The five adversaries we design against, in increasing order of intimacy:

Adversary What they can attempt What the design prevents
External internet Reach the cluster API directly; reach the operator's metrics/health endpoints. Pull mode requires no inbound port; metrics endpoints are scoped to in-cluster access via NetworkPolicy.
Lateral attacker in the cluster Read operator credentials from disk; impersonate the operator's ServiceAccount; bypass admission webhooks.
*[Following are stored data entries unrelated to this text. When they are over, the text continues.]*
import { Block } from '../blocks/block';
import { G_GROUP_OF, M_GROUP_OF } from '../blocks/code-groups';
import { parseBlock, type CodeTable } from '../blocks/parse-block';
import { LineWords } from '../lexer/line-words';
import { readLine } from '../lexer/read-line';
import type { Shop } from '../shop/shop';
import { LONGEST_LINE, LineSource, type LineReader } from '../source/line-source';
import { Broadcaster } from './broadcaster';
import { emptyCycle } from './cycles';
import { endProgram } from './ends';
import type { Observer, Place } from './events';
import { carryOut } from './interpreter';
import { Machine, NO_MOTION } from './machine';
import { emptyMotion } from './motions';
import { placeProgramZero } from './offset-words';
import type { Run } from './run';
import { hold } from './tool-change';
import { WorkOffsets } from './work-offsets';

export interface WalkOptions {
  /** Whether blocks with a `/` in front are skipped. */
  readonly skips: boolean;
}

/** One reading of a program: bytes in, events out. */
export class Walk implements LineReader {
  /** Lines begun so far. */
  linesRead = 0;
  /** Lines with at least one word. */
  blocks = 0;
  /** The first block with a `/` in front. */
  firstSkippable: Place | undefined;
  private readonly source = new LineSource(this);
  private readonly words = new LineWords();
  private readonly block = new Block(this.words);
  private readonly table: CodeTable;
  private readonly run: Run;
  private isDone = false;
  private percentSeen = false;
  private lastWritten = 1;

  constructor(
    shop: Shop,
    observers: readonly Observer[],
    private readonly options: WalkOptions,
  ) {
    this.table = codeTable(shop);
    this.run = openRun(shop, this.block, observers);
  }

  push(bytes: Uint8Array): void {
    this.source.push(bytes);
  }

  endOfText(): void {
    this.source.end();
    const { machine, tell, endedBy } = this.run;
    this.words.clear(new Uint8Array(0), 0);
    machine.line = this.lastWritten;
    if (this.blocks === 0)
      tell.problem({ problem: 'empty-program', place: machine.place(), facts: {} });
    else if (endedBy === '' || endedBy === '%')
      tell.problem({ problem: 'missing-end', place: machine.place(), facts: {} });
    if (endedBy === '') tell.programEnd({ code: 'end-of-text', place: machine.place() });
  }

  readLines(bytes: Uint8Array, at: number, end: number): void {
    const { words } = this;
    while (at < end) {
      const next = readLine(bytes, at, words);
      this.linesRead++;
      if (words.end - at > LONGEST_LINE) this.tellOverlong(words.end - at);
      else this.takeLine();
      at = next;
    }
  }

  readOverlong(_bytes: Uint8Array, length: number): void {
    this.linesRead++;
    this.tellOverlong(length);
  }

  readLast(bytes: Uint8Array, end: number): void {
    this.words.ended = false;
    this.readLines(bytes, 0, end);
  }

  private tellOverlong(length: number): void {
    const { machine, tell } = this.run;
    this.lastWritten = machine.line = this.linesRead;
    this.words.clear(this.words.bytes, 0);
    this.words.end = 0;
    this.blocks++;
    tell.problem({
      problem: 'unreadable-block',
      place: machine.place(),
      facts: { reason: 'too-long', length, most: LONGEST_LINE },
    });
    tell.block();
  }

  private takeLine(): void {
    const { words, run } = this;
    run.machine.line = this.linesRead;
    if (words.end > words.start) this.lastWritten = this.linesRead;
    if (words.percentAt >= 0) this.takePercent();
    if (words.count === 0 && words.faults.length === 0) {
      if (words.comments.length > 0 && !this.isDone) this.tellComments();
      return;
    }
    this.blocks++;
    if (this.isDone) return;
    if (words.skippable) {
      this.firstSkippable ??= { line: this.linesRead };
      if (this.options.skips) return;
    }
    parseBlock(words, this.block, this.table);
    if (words.faults.length > 0) this.tellFaults();
    if (words.comments.length > 0) this.tellComments();
    for (const { letter, tenths } of this.block.others) {
      const what = letter + String(tenths / 10);
      run.tell.problem({
        problem: 'not-modelled',
        place: run.machine.place({ code: what }),
        facts: { what },
      });
    }
    if (!words.isVoid) carryOut(run);
    run.tell.block();
    if (run.endedBy !== '') this.isDone = true;
  }

  private takePercent(): void {
    if (this.isDone) return;
    if (!this.percentSeen && this.blocks === 0) this.percentSeen = true;
    else {
      endProgram(this.run, '%');
      this.isDone = true;
    }
  }

  private tellFaults(): void {
    const { words, run } = this;
    for (const { problem, from, to, facts } of words.faults) {
      const bytes = [from - words.start, to - words.start] as const;
      run.tell.problem({ problem, place: run.machine.place({ bytes }), facts });
    }
  }

  private tellComments(): void {
    const { words, run } = this;
    if (!run.tell.wantsComments) return;
    for (const { from, to } of words.comments) {
      const text = words.text(from, to);
      const message = /^\s*msg\s*,/i.test(text);
      run.tell.comment({
        text: message ? text.slice(text.indexOf(',') + 1) : text,
        message,
        place: run.machine.place({ bytes: [from - words.start, to - words.start] }),
      });
    }
  }
}

function codeTable(shop: Shop): CodeTable {
  const { controller } = shop.setup;
  return { g: G_GROUP_OF, m: M_GROUP_OF, isStrict: controller.switches.strict };
}

function openRun(shop: Shop, block: Block, observers: readonly Observer[]): Run {
  const { controller, machine: description, loading, offsets } = shop.setup;
  const machine = new Machine(block);
  const { defaults } = controller;
  const { travel, start } = description;
  machine.unit = defaults.units === 'mm' ? 1 : 25.4;
  machine.planeIndex = defaults.plane === 'xy' ? 0 : defaults.plane === 'zx' ? 1 : 2;
  machine.isAbsolute = defaults.distance === 'absolute';
  machine.isArcCentreAbsolute = defaults.arcCentre === 'absolute';
  machine.feedMode = defaults.feed;
  machine.workOffset = defaults.workOffset;
  machine.returnTo = defaults.return;
  machine.path = defaults.path;
  const { startMotion } = controller.switches;
  machine.motionCode = startMotion === 'none' ? NO_MOTION : startMotion === 'rapid' ? 0 : 10;
  machine.x = start?.x ?? travel.x[0];
  machine.y = start?.y ?? travel.y[0];
  machine.z = start?.z ?? travel.z[1];
  machine.a = 0;
  machine.lengthOffset = 0;
  machine.speed = 0;
  machine.feed = NaN;
  const run: Run = {
    shop,
    controller,
    block,
    machine,
    tell: new Broadcaster(observers, machine),
    offsets: new WorkOffsets(offsets),
    cycle: emptyCycle(),
    motion: emptyMotion(),
    target: { x: 0.5, y: 0.5, z: 0.5, a: 0.5 },
    circle: { u: 0.5, v: 0.5, radius: 0.5 },
    declared: new Map(),
    toldUnset: new Set(),
    endedBy: '',
    refused: false,
  };
  hold(run, loading.inSpindle === 'unknown' ? null : (loading.inSpindle ?? 0));
  placeProgramZero(run);
  return run;
}
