import { expect, test } from 'vitest';
import { startTrace, type Motion } from '../index';
import { testSetup } from '../testing/test-shop';

const PROGRAM = 'G21 G90 G54\nG0 X1\nG1 X2 F9\nG2 X4 I1\nG0 X5\nG1 X6\nG38.2 Z-1\nM30';

function kindsSeen(...observers: { motionKinds?: Motion['kind'][]; most?: number }[]): string[] {
  const seen = observers.map(() => '');
  const trace = startTrace(testSetup(), undefined, {
    observers: observers.map(({ motionKinds, most = Infinity }, index) => ({
      motionKinds,
      motion: (motion: Motion) => {
        seen[index] += `${motion.kind} `;
        return seen[index]!.trim().split(' ').length >= most ? 'enough' : undefined;
      },
    })),
  });
  trace.push(new TextEncoder().encode(PROGRAM));
  trace.endOfText();
  return seen.map((each) => each.trim());
}

test('an observer is called for every motion, or for the kinds it names', () => {
  expect(kindsSeen({}, { motionKinds: ['rapid'] }, { motionKinds: ['feed', 'arc'] })).toEqual([
    'rapid feed arc rapid feed probe',
    'rapid rapid',
    'feed arc feed',
  ]);
});

test('an observer that has seen enough is left alone, and the others are not', () => {
  expect(kindsSeen({ most: 2 }, {}, { most: 1, motionKinds: ['feed'] })).toEqual([
    'rapid feed',
    'rapid feed arc rapid feed probe',
    'feed',
  ]);
});
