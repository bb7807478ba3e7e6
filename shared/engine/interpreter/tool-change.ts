import { LETTER } from '../blocks/block';
import { GROUP } from '../blocks/code-groups';
import type { ToolChangedEvent } from './events';
import { SETTING } from './machine';
import { tellProblem, type Run } from './run';

/** A whole number within 0.0001 (NISTIR 6556 3.2.2.1), or NaN. */
export function wholeNumber(value: number): number {
  const whole = Math.round(value);
  return Math.abs(value - whole) <= 0.0001 ? whole : NaN;
}

/** T: chooses what the next change fetches; moves nothing. */
export function selectTool(run: Run): void {
  const { block, machine } = run;
  const written = block.value(LETTER.T);
  const number = wholeNumber(written);
  if (!(number >= 0)) {
    tellProblem(
      run,
      'out-of-range-word',
      { letters: 'T' },
      {
        letter: 'T',
        what: 'T',
        value: written,
        needs: written < 0 ? 'not-negative' : 'whole',
      },
    );
    run.refused = true;
    return;
  }
  machine.selectedTool = number;
  machine.noteSet(SETTING.selectedTool, block.wordOf[LETTER.T]!);
  run.tell.toolSelected({ number, place: machine.place({ letters: 'T' }) });
}

/** M6, or T where T itself changes. */
export function changeTool(run: Run): void {
  const { block, machine, controller } = run;
  const selectedHere = block.has(LETTER.T);
  if (machine.selectedTool === null) {
    tellProblem(run, 'change-without-tool', { code: 'M6' }, {});
    return;
  }
  if (controller.toolChange === 'ignored') return;
  const written = machine.selectedTool;
  if (written === 0 && controller.toolZero === 'ignored') return;
  const to = toolMeant(run, written);
  const event: ToolChangedEvent = {
    from: { known: machine.held.known, number: machine.held.number, tool: machine.held.tool },
    to,
    tool: to === null ? undefined : run.shop.toolByNumber.get(to),
    written,
    selectedHere,
    place: machine.place(
      block.hasGroup(GROUP.change)
        ? { letters: selectedHere ? 'T' : '', code: 'M6' }
        : { letters: 'T' },
    ),
    turningBefore: machine.turning,
  };
  run.tell.toolChanging(event);
  const { changePoint } = run.shop.setup.machine;
  if (changePoint) {
    machine.x = changePoint.x;
    machine.y = changePoint.y;
    machine.z = changePoint.z;
  }
  machine.changed = true;
  hold(run, to);
  if (controller.changeStopsSpindle || controller.switches.strict) machine.turning = 'off';
  run.tell.toolChanged(event);
}

/** The tool a T value means; a place where T names pockets. Null where the pocket's tool is not known. */
function toolMeant(run: Run, written: number): number | null {
  if (run.controller.toolWord === 'tool' || written === 0) return written;
  return run.shop.toolOfPocket.get(written) ?? 0;
}

export function hold(run: Run, number: number | null): void {
  const { held } = run.machine;
  held.known = number !== null;
  held.number = number;
  held.tool = number === null ? undefined : run.shop.toolByNumber.get(number);
}
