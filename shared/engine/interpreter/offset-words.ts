import { LETTER } from '../blocks/block';
import { GROUP, codeName } from '../blocks/code-groups';
import { calledAs } from '../shop/called-as';
import { SETTING } from './machine';
import { setModal } from './modal-words';
import { placeProgramZero } from './program-zero';
import { refuse, tellProblem, type Run } from './run';
import { wholeNumber } from './whole-number';

/** G54 … G59.3 and G54.1 P: which origin program coordinates count from. */
export function applyWorkOffset(run: Run): void {
  const { block, machine } = run;
  const code = codeName('G', block.codes[GROUP.workOffset]!);
  let to = code;
  if (code === 'G54.1') {
    const number = block.has(LETTER.P) ? wholeNumber(block.value(LETTER.P)) : NaN;
    if (!(number >= 1))
      return refuse(run, 'missing-word', { letters: 'P', code }, { code, letter: 'P' });
    to = `G54.1P${number}`;
  }
  const from = machine.workOffset;
  machine.workOffset = to;
  if (from !== to) run.offsets.settle(to);
  placeProgramZero(run);
  setModal(run, 'workOffset', GROUP.workOffset, from, to);
  if (from !== to) run.tell.offsetChanged({ from, to, place: machine.place({ code }) });
}

/** G43, G43.1 and G49: no motion; the next Z word meets the new length. */
export function applyLength(run: Run): void {
  const { block, machine, controller } = run;
  const { switches } = controller;
  const code = block.codes[GROUP.length]!;
  if (code === 490) return setLength(run, 'G49', null, 0);
  if (code === 431) return setDynamicLength(run);
  if (block.has(LETTER.H)) {
    const number = wholeNumber(block.value(LETTER.H));
    if (!(number >= 0)) {
      const value = block.value(LETTER.H);
      const what = block.written(block.wordOf[LETTER.H]!);
      const needs = value < 0 ? 'not-negative' : 'whole';
      return refuse(
        run,
        'out-of-range-word',
        { letters: 'H' },
        { letter: 'H', what, value, needs },
      );
    }
    return setLength(run, 'G43', number, lengthInTable(run, number));
  }
  if (switches.lengthWithoutH === 'refused' || switches.strict)
    return refuse(run, 'missing-word', { code: 'G43' }, { code: 'G43', letter: 'H' });
  const held = machine.held.number;
  const number = held ? (calledAs(run.shop, held) ?? held) : held;
  setLength(run, 'G43', number, number === null ? 0 : lengthInTable(run, number));
}

/** G43.1 takes the length from its own axis word, so that word moves nothing. */
function setDynamicLength(run: Run): void {
  const { block, machine } = run;
  if (!block.has(LETTER.Z))
    return refuse(run, 'missing-word', { code: 'G43.1' }, { code: 'G43.1', letter: 'Z' });
  setLength(run, 'G43.1', null, block.value(LETTER.Z) * machine.unit);
  block.seen &= ~(1 << LETTER.Z);
}

/** H0 is no offset; an H that the table does not hold counts as zero and is told. */
function lengthInTable(run: Run, number: number): number {
  if (number === 0) return 0;
  const length = run.lengths.get(number);
  if (length === undefined)
    tellProblem(
      run,
      'length-offset-missing',
      { letters: 'H', code: 'G43' },
      { reason: 'not-in-table', number },
    );
  return length ?? 0;
}

function setLength(
  run: Run,
  code: 'G43' | 'G43.1' | 'G49',
  number: number | null,
  after: number,
): void {
  const { block, machine } = run;
  const before = machine.lengthOffset;
  machine.lengthOffset = after;
  machine.lengthFrom = number;
  machine.lengthAppliedFor = code === 'G49' ? null : machine.held.number;
  placeProgramZero(run);
  machine.noteSet(SETTING.lengthOffset, block.codeWords[GROUP.length]!);
  const place = machine.place({ letters: code === 'G43' ? 'H' : '', code });
  run.tell.lengthOffset({ code, number, before, after, place });
}

/** After a change the controller or the macro applies the length of what is now held. */
export function applyLengthOfHeld(run: Run, word: number): void {
  const { machine, shop } = run;
  const { number, tool } = machine.held;
  const before = machine.lengthOffset;
  const { lengthReference } = run.controller;
  const after =
    number === null || number === 0
      ? 0
      : (run.lengths.get(number) ?? (tool ? tool.gaugeLength - lengthReference : 0));
  machine.lengthOffset = after;
  machine.lengthFrom = number;
  machine.lengthAppliedFor = number;
  placeProgramZero(run);
  machine.noteSet(SETTING.lengthOffset, word);
  if (shop.setup.controller.lengthScheme === 'none') return;
  run.tell.lengthOffset({
    code: number === 0 ? 'G49' : 'G43',
    number,
    before,
    after,
    place: machine.place({ code: 'M6', letters: 'T' }),
  });
}
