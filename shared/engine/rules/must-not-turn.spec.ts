import { test } from 'vitest';
import { checkRule } from '../testing/check-rule';
import { changedTools } from '../testing/test-shop';
import { mustNotTurn } from './must-not-turn';

test('flags a start with a knife, and a speed given with the start still on', () => {
  checkRule(
    mustNotTurn,
    { tools: changedTools({ 1: { kind: 'knife', turns: 'never' } }) },
    `
T1 M6
S18000 M3
^^^^^^^^^ must-not-turn: The spindle is started at 18000 rev/min with T1 (10 mm end mill) in it, which must not turn.
M30
`,
  );
});

test('flags a probe whatever its entry says of turning', () => {
  checkRule(
    mustNotTurn,
    { tools: changedTools({ 1: { kind: 'probe' } }) },
    `
T1 M6
M3 S100
^^^^^^^ must-not-turn
M30
`,
  );
});

test('allows a start at speed zero, and cutters', () => {
  checkRule(
    mustNotTurn,
    { tools: changedTools({ 1: { kind: 'knife', turns: 'never' } }) },
    `
T1 M6
S0 M3
T2 M6
S18000 M3
M30
`,
  );
});
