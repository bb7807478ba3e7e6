import { text } from './finding-data';
import { defineRule } from './rule';

/** A tool change by macro that this version cannot walk: said once, at the first change. */
export const changeNotProven = defineRule({
  id: 'change-not-proven',
  group: 'unattended',
  title: 'The tool change is not proven',
  severity: 'hold',
  unattended: 'stop',
  hold: 'judge',
  protects:
    'The rack, the spindle and whoever stands near from a change that nobody has gone through.',
  explanation:
    'This setup changes tools by running a macro. This version does not walk the macro: neither its motions nor its waits are judged. It is said once, at the first change. Where the setup holds no macro text at all, that is said in its place.',
  examples: {
    setup: {
      controller: { toolChange: 'macro' },
      changeMacro: { name: 'change.ngc', text: 'M5\nG53 G0 Z0\nM2\n' },
    },
    bad: 'G21 G90 G54\nT1 M6\nT2 M6\nM30',
    good: 'G21 G90 G54\nG0 Z5\nM30',
  },
  word: (data) =>
    text(data, 'macro') === ''
      ? {
          message: 'Tools are changed by a macro here, and the setup has no macro text.',
          advice: 'Enter the change macro of this machine, and prove each change on the machine.',
        }
      : {
          message: `The change macro ${text(data, 'macro')} was not walked: its motions and waits are not judged.`,
          advice:
            'Prove it on the machine at low override, with a dummy holder, once for every pocket this program uses.',
        },
  observe: (shop, report) => {
    if (shop.setup.controller.toolChange !== 'macro') return {};
    const macro = shop.setup.changeMacro?.name ?? '';
    let isSaid = false;
    return {
      toolChanged({ place }, state) {
        if (isSaid) return;
        isSaid = true;
        report.found({ cause: '', at: place, data: { macro } }, state);
      },
    };
  },
});
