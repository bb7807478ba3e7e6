import { test } from 'vitest';
import { checkRule } from '../testing/check-rule';
import { positionAssumed } from './position-assumed';

test('flags G92 with axis words', () => {
  checkRule(
    positionAssumed,
    {},
    `
G21 G90 G54
G92 X0 Y0
^^^^^^^^^ position-assumed (hold, unattended stop): G92 takes the place where the head stands now as the one it states.
M30
`,
  );
});

test('allows G92 as a speed limit and its cancelling forms', () => {
  checkRule(
    positionAssumed,
    {},
    `
G21 G90 G54
G92.1
G52 X10
G52 X0
M30
`,
  );
});
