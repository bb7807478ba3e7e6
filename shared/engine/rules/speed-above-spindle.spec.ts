import { describe, test } from 'vitest';
import { checkRule } from '../testing/check-rule';
import { speedAboveSpindle } from './speed-above-spindle';

describe('speed-above-spindle', () => {
  test('flags a speed past what the spindle can turn', () => {
    checkRule(
      speedAboveSpindle,
      {},
      `
G21 G90 G54
T1 M6
S30000 M3
^^^^^^^^^ speed-above-spindle: Asks for 30000 rev/min; this spindle turns at most 24000.
M30
`,
    );
  });

  test('stays silent at the greatest speed, and on an S word while the spindle stands', () => {
    checkRule(
      speedAboveSpindle,
      {},
      `
G21 G90 G54
S30000
S24000 M3
M5
M30
`,
    );
  });
});
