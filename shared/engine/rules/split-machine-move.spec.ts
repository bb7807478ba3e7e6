import { test } from 'vitest';
import { checkRule } from '../testing/check-rule';
import { splitMachineMove } from './split-machine-move';

test('flags axis words that slipped into the block after G53', () => {
  checkRule(
    splitMachineMove,
    {},
    `
G21 G90 G54
G0 G53
   ^^^ split-machine-move: G53 stands without axis words, and those of the next block run in work coordinates.
Z0
M30
`,
  );
});

test('allows G53 with its axis words in one block', () => {
  checkRule(
    splitMachineMove,
    {},
    `
G21 G90 G54
G53 G0 Z0
G0 X0 Y0
G28
M30
`,
  );
});
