import { test } from 'vitest';
import { checkRule } from '../testing/check-rule';
import { compensationEntry } from './compensation-entry';

test('flags a lead-in shorter than the compensation', () => {
  checkRule(
    compensationEntry,
    {},
    `
G21 G90 G54 G17
T2 M6
G0 X0 Y0
G41 D2
G1 X1 F1000
   ^^ compensation-entry
X50
G40
M30
`,
  );
});

test('allows a straight lead-in longer than it', () => {
  checkRule(
    compensationEntry,
    {},
    `
G21 G90 G54 G17
T2 M6
G0 X0 Y0
G41 D2
G1 X10 F1000
X50
G40 X60
M30
`,
  );
});
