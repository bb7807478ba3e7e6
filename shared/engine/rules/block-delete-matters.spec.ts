import { test } from 'vitest';
import { checkRule } from '../testing/check-rule';
import { blockDeleteMatters } from './block-delete-matters';

test('flags a change that the switch decides', () => {
  checkRule(
    blockDeleteMatters,
    {},
    `
G21 G90 G54
T1 M6
/T2 M6
^ block-delete-matters: With block delete on the program uses other tools.
M30
`,
  );
});

test('flags another depth, and with it other extents', () => {
  checkRule(
    blockDeleteMatters,
    {},
    `
G21 G90 G54
T1 M6
G43 H1 G0 Z5
S18000 M3
G1 Z-1 F500
/G1 Z-4
^ block-delete-matters: With block delete on the program reaches another depth and reaches other extents.
M30
`,
  );
});

test('allows a switched line that changes no motion', () => {
  checkRule(
    blockDeleteMatters,
    {},
    `
G21 G90 G54
T1 M6
/M8
/N40 M1
M30
`,
  );
});
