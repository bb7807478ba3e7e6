import type { MachineState, Motion, Observer } from './events';

type Listener = Required<Pick<Observer, 'motion'>>;

/** Passes motions that are not quiet to the observers that want them; they are plain functions without a `this`. */
export class MotionCalls {
  private readonly listeners: readonly Listener['motion'][];

  constructor(
    observers: readonly Observer[],
    private readonly state: MachineState,
  ) {
    this.listeners = observers.flatMap(({ motion }) => (motion ? [motion] : []));
  }

  tell(motion: Motion): void {
    for (const listener of this.listeners) listener(motion, this.state);
  }
}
Credentials are Kubernetes Secrets restricted to the operator's namespace; the operator is not cluster-admin; webhooks are mTLS-enforced.
Compromised Odoo Issue jobs that create destructive Operation CRs on every cluster; modify chart values to inject secrets. Per-cluster scoped tokens; admission webhook gates Operation.spec.type per namespace; chart values may be required to use external-secrets; optional payload signing.
Compromised chart author / catalog Ship a chart that escalates privileges in the cluster. Charts run under namespace-scoped service accounts; PSA "restricted" is the default; chart provenance verification is planned (see open issues).
Compromised maintainer / supply chain Ship a malicious operator release. Signed container images and signed Helm releases; release process documented in ../development/release-process.md.

What the operator does, security-wise, on every reconcile

For every CR it admits, the operator:

  • Validates the request against its admission webhook (operation template, namespace allow-list, RBAC profile required, capability declared).
  • Sets ownership labels (app.vworkspace.io/managed-by, app.vworkspace.io/cluster-id) and an owner reference on the resources it creates, so kubectl auth can-i and the audit log can answer "who created this".
  • Uses server-side apply with a deterministic field manager (vworkspace-app-operator) so its writes do not stomp human edits to fields it does not own.
  • Logs the action via the controller-runtime logger with cluster_id, org_id, namespace, application_instance, and operation_id fields (see ../operate/observability.md).
  • Emits a Kubernetes Event on the affected resource and a coalesced audit event to the control plane's POST /api/agent/events endpoint (Pull mode) or Odoo's equivalent in Push/GitOps mode.

Reads of secret material — chart values that resolve to a Secret, Velero credentials, the operator's own bootstrap credential — never appear in logs or events. The condition messages mirror Velero/Helm/Argo messages verbatim; those upstream controllers are not authorized to log secrets either, but the operator further redacts any value that looks like a secret based on a simple pattern set.